Le ton est donné dès le début. Le barman, sorte de Valentin le Désossé, se livre à des pirouettes et à des sauts périlleux défiant les lois de la pesanteur. Et la jeune femme (la favorite du gangster), sorte de Betty Boop frisottée, n’est pas en reste. Elle accomplit des prouesses physiques que je ne pensais pas qu’un corps soit capable de réaliser. Or, notre ébahissement n’a pas fini d’être provoqué. Les quatre autres acteurs vont eux aussi apporter leur grain de folie. Le mafioso et sa gonzesse se lancent dans un incroyable corps-à-corps, aussi fluide qu’athlétique. Elle est comme un pantin désarticulé dans ses bras. Tout est chorégraphié au millimètre.

Le jeune voyou se met à évoluer le long d’un mât chinois avec des acrobaties faisant oublier qu’il existe une loi de la gravité. Il grimpe, glisse, se met en drapeau avec la même aisance que je mets pour marcher dans mon salon. Ça semble tellement facile qu’on en oublierait presque les heures de travail que cela représente en amont. Et ce compliment vaut pour ses cinq camarades. De son côté la pin-up, superbe femme fatale de saloon, se révèle être une championne du cerceau aérien sous le regard énamouré du barman. Quant à l’homme de main, sa spécialité est la roue cyr. Agrippé à son cercle, il se fait malmener par son patron et par le jeune malfrat. C’est très spectaculaire.


Toutes ces prouesses étonnantes sont mises au service d’une réelle intrigue. Evidemment, la pin-up va taper dans l’œil du gangster, ne pas déplaire au petit voyou et, partant, susciter la jalousie hostile de la maîtresse légitime. La guerre est déclarée. Tous les coups, surtout les bas, son permis. Ça part dans tous les sens, on ne sait plus où donner de la tête. Le rythme est effréné. Les prouesses athlétiques sont d’un niveau insensé. Et puis il y a l’humour ; il est omniprésent. Les gags (surtout ceux qui se déroulent autour du bar) et les cascades sont dignes des meilleurs films burlesques de Mack Sennett. On ne s’ennuie pas une seconde ; les yeux et la bouche grand ouverts, on reste estomaqué devant tant de performance(s).

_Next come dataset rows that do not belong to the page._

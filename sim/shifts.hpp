#pragma once
// Shifts on the local wall clock. A shift is named by its start instant; its
// length follows the wall clock, so the shift that spans a daylight-saving
// change is an hour shorter or longer and no hour of alerts is lost or doubled.
#include <cstddef>
#include <cstdint>
#include <string>
#include <vector>

#include "models/time.hpp"

namespace tocsin {

struct ShiftPattern {
    // Local start times, minutes after midnight, ascending; e.g. {420, 1140} for 07:00 and 19:00.
    std::vector<int> start_minutes;
    std::vector<std::string> names;  // one per start, e.g. "day", "night"
    std::vector<bool> is_night;      // one per start
};

struct Shift {
    Instant start = 0;
    Instant end = 0;
    int pattern_index = 0;         // which of the daily starts
    std::int64_t local_day = 0;    // days since 1970-01-01 of the local date the shift starts on
    int weekday = 0;               // 0 = Monday ... 6 = Sunday, of local_day
};

class ShiftCalendar {
public:
    ShiftCalendar() = default;
    // Every shift that overlaps [from, to).
    ShiftCalendar(const ShiftPattern& pattern, const TimeZone& zone, Instant from, Instant to);

    const std::vector<Shift>& shifts() const { return shifts_; }
    const ShiftPattern& pattern() const { return pattern_; }
    std::size_t size() const { return shifts_.size(); }
    // Index of the shift containing t; t must lie within the calendar.
    std::size_t index_of(Instant t) const;
    bool contains(Instant t) const { return !shifts_.empty() && t >= shifts_.front().start && t < shifts_.back().end; }
    bool is_night(std::size_t index) const { return pattern_.is_night[shifts_[index].pattern_index]; }
    const std::string& name_of(std::size_t index) const { return pattern_.names[shifts_[index].pattern_index]; }

private:
    ShiftPattern pattern_;
    std::vector<Shift> shifts_;
};

}  // namespace tocsin
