#pragma once
// Minutes one evaluation takes: a declared distribution, drawn with Boost.Random
// from a stream the caller owns, so the same stream gives the same minutes on
// every platform we build with.
#include <string>
#include <variant>
#include <vector>

#include "models/random_streams.hpp"
#include "models/time.hpp"

namespace tocsin {

struct FixedMinutes {
    double minutes = 0.0;
};
struct ExponentialMinutes {
    double mean_minutes = 0.0;
};
// Gamma with the given mean and standard deviation (shape = (mean/sd)^2).
struct GammaMinutes {
    double mean_minutes = 0.0;
    double sd_minutes = 0.0;
};
// Lognormal with the given median; `spread_factor` is the geometric standard
// deviation: about two tasks in three take between median/spread and median*spread.
struct LognormalMinutes {
    double median_minutes = 0.0;
    double spread_factor = 1.0;
};
// Each listed value equally likely (e.g. minutes timed on a ward audit).
struct EmpiricalMinutes {
    std::vector<double> minutes;
};

using ServiceTime = std::variant<FixedMinutes, ExponentialMinutes, GammaMinutes, LognormalMinutes, EmpiricalMinutes>;

// Empty when the parameters are usable; otherwise one sentence saying what is
// wrong and what was expected, e.g. "gamma: sd_minutes must be > 0 (got -2)".
std::string service_time_problem(const ServiceTime& distribution);
// Throws std::invalid_argument with the message above.
void check_service_time(const ServiceTime& distribution);

// One draw, in minutes (>= 0). The distribution must be valid.
double draw_minutes(const ServiceTime& distribution, RandomEngine& stream);
double draw_minutes(const ServiceTime& distribution, SplitMixEngine& stream);
// A draw rounded to whole seconds, the clock's resolution.
Seconds draw_seconds(const ServiceTime& distribution, RandomEngine& stream);
Seconds draw_seconds(const ServiceTime& distribution, SplitMixEngine& stream);

double mean_minutes(const ServiceTime& distribution);
// e.g. "gamma (mean 12 min, sd 6 min)"
std::string describe(const ServiceTime& distribution);

}  // namespace tocsin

On assiste à des numéros de cirque racontant une histoire. C’est du jamais vu. Aucun mot, ou presque, n’est prononcé. Tout est mimé, joué, interprété. En fait, c’est la bande-son – vraiment excellente – qui se substitue aux dialogues, définit l’ambiance et souligne les sentiments.
Speakeasy est un superbe spectacle, à nul autre pareil. De la haute voltige au sens propre. Non contents d’être des athlètes plus qu’accomplis, les six héros de cette histoire se révèlent être de remarquables comédiens. Chacun dans son rôle est parfait et assume et beaucoup de dérision l’aspect caricatural de son personnage.

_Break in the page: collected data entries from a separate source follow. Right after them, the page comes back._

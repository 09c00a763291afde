#include "sim/other_work.hpp"

#include <algorithm>

#include "models/chart_openings.hpp"
#include "sim/staff.hpp"

namespace tocsin {

std::string_view to_string(OtherWorkPriority priority) {
    switch (priority) {
        case OtherWorkPriority::above_alerts: return "above";
        case OtherWorkPriority::with_alerts: return "equal";
        case OtherWorkPriority::below_alerts: return "below";
    }
    return "?";
}

std::uint64_t other_work_entity(std::string_view role, std::uint32_t unit, std::string_view work_class,
                                std::uint64_t task) {
    return entity_key({text_entity(role), unit, text_entity(work_class), task});
}

std::vector<OtherTask> generate_other_work(std::span<const Role> roles, std::uint32_t unit_count,
                                           const TimeZone& zone, Instant from, Instant until, ReplicationSeed draws) {
    std::vector<OtherTask> out;
    for (std::uint32_t r = 0; r < roles.size(); ++r)
        for (std::uint32_t u = 0; u < (roles[r].per_unit ? unit_count : 1u); ++u)
            for (std::uint32_t c = 0; c < roles[r].other_work.size(); ++c) {
                const OtherWorkClass& work = roles[r].other_work[c];
                RandomEngine stream = make_stream(draws.seed, draws.replication, StreamPurpose::other_work,
                                                  other_work_entity(roles[r].name, u, work.name, arrival_stream));
                std::uint64_t n = 0;
                hourly_poisson_arrivals(work.per_hour, zone, from, until, stream, [&](Instant at) {
                    SplitMixEngine minutes = make_short_stream(draws, StreamPurpose::other_work,
                                                               other_work_entity(roles[r].name, u, work.name, n++));
                    out.push_back({at, draw_seconds(work.minutes, minutes), r, u, c});
                });
            }
    // Stable: ties keep role, unit, class and arrival order.
    std::stable_sort(out.begin(), out.end(), [](const OtherTask& a, const OtherTask& b) { return a.at < b.at; });
    return out;
}

double expected_other_work(const OtherWorkClass& work, const TimeZone& zone, Instant from, Instant to) {
    return hourly_rate_integral(work.per_hour, zone, from, to);
}

}  // namespace tocsin
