#include "sim/shifts.hpp"

#include <algorithm>
#include <cassert>

namespace tocsin {

ShiftCalendar::ShiftCalendar(const ShiftPattern& pattern, const TimeZone& zone, Instant from, Instant to)
    : pattern_(pattern) {
    assert(!pattern.start_minutes.empty());
    // Start two local days early so the shift containing `from` is included.
    const std::int64_t first_day = (zone.to_local_seconds(from) - days(2)) / 86400;
    const std::int64_t last_day = (zone.to_local_seconds(to) + days(2)) / 86400;
    std::vector<Shift> all;
    for (std::int64_t d = first_day; d <= last_day; ++d) {
        const CivilTime date = civil_from_instant(d * 86400);
        for (std::size_t k = 0; k < pattern.start_minutes.size(); ++k) {
            CivilTime c = date;
            c.hour = pattern.start_minutes[k] / 60;
            c.minute = pattern.start_minutes[k] % 60;
            c.second = 0;
            Shift s;
            s.start = zone.from_local(c);
            s.pattern_index = static_cast<int>(k);
            s.local_day = d;
            s.weekday = weekday_from_days(d);
            all.push_back(s);
        }
    }
    for (std::size_t i = 0; i + 1 < all.size(); ++i) all[i].end = all[i + 1].start;
    all.pop_back();
    for (const Shift& s : all)
        if (s.end > from && s.start < to) shifts_.push_back(s);
}

std::size_t ShiftCalendar::index_of(Instant t) const {
    assert(contains(t));
    auto it = std::upper_bound(shifts_.begin(), shifts_.end(), t,
                               [](Instant v, const Shift& s) { return v < s.start; });
    return static_cast<std::size_t>(it - shifts_.begin()) - 1;
}

}  // namespace tocsin
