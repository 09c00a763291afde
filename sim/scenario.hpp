#pragma once
// A scenario: where the population comes from, the wall clock, what counts as
// a catch, and the candidate plans. Loaded strictly from YAML (see
// sim/scenario_schema.cpp for every key).
#include <cstdint>
#include <optional>
#include <string>
#include <vector>

#include "models/chart_openings.hpp"
#include "models/replay.hpp"
#include "models/time.hpp"
#include "sim/channel_types.hpp"
#include "sim/notice.hpp"
#include "sim/rules.hpp"
#include "sim/shifts.hpp"

namespace tocsin {

inline constexpr int scenario_schema_version = 1;

struct Plan {
    std::string name;
    std::string description;
    Channel channel = Channel::page;
    std::string role;  // who answers
    Rule rule;
    ChartSettings chart;      // channel chart_interruption
    HandoffSettings handoff;  // channel handoff_list
    ReviewSettings review;    // channel ranked_review (its skip window is rule.snooze)
};

struct Scenario {
    std::string file;         // path as given
    std::string directory;    // for resolving relative paths
    std::string name;
    std::string description;
    std::string time_zone_name;
    TimeZone zone = TimeZone::utc();
    std::uint64_t seed = 1;
    ShiftPattern shifts;
    Seconds window = hours(24);   // a catch starts no earlier than window before time zero
    Seconds min_lead = 0;         // ... and at least min_lead before it
    std::string score_label = "score";
    ReplaySource replay;
    std::optional<Instant> period_start, period_end;  // reporting period, when declared
    std::vector<Plan> plans;
    std::optional<ChartOpeningSource> chart_openings;  // needed by chart-interruption plans
};

// Throws InputError (file:line:column, key) on any problem.
Scenario load_scenario(const std::string& path);
Scenario parse_scenario(const std::string& yaml_text, const std::string& file_label, const std::string& directory);

// Plain-words description of what will be simulated, for `tocsin check`.
std::string describe_scenario(const Scenario& scenario);
std::string describe_rule(const Rule& rule, const std::string& score_label);

}  // namespace tocsin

J’ai pris un plaisir fou en assistant à ce show gymnastico-théâtral qui pourrait être sous-titré « Moveeasy ». Comment peut-on réaliser de telles performances avec son corps ? La réponse est simple : être doué physiquement, travailler, être humble, travailler et travailler encore… Grand respect mesdames et messieurs !
Dépêchez-vous, ce spectacle à ne pas manquer ne se joue que jusqu'au 9 mars.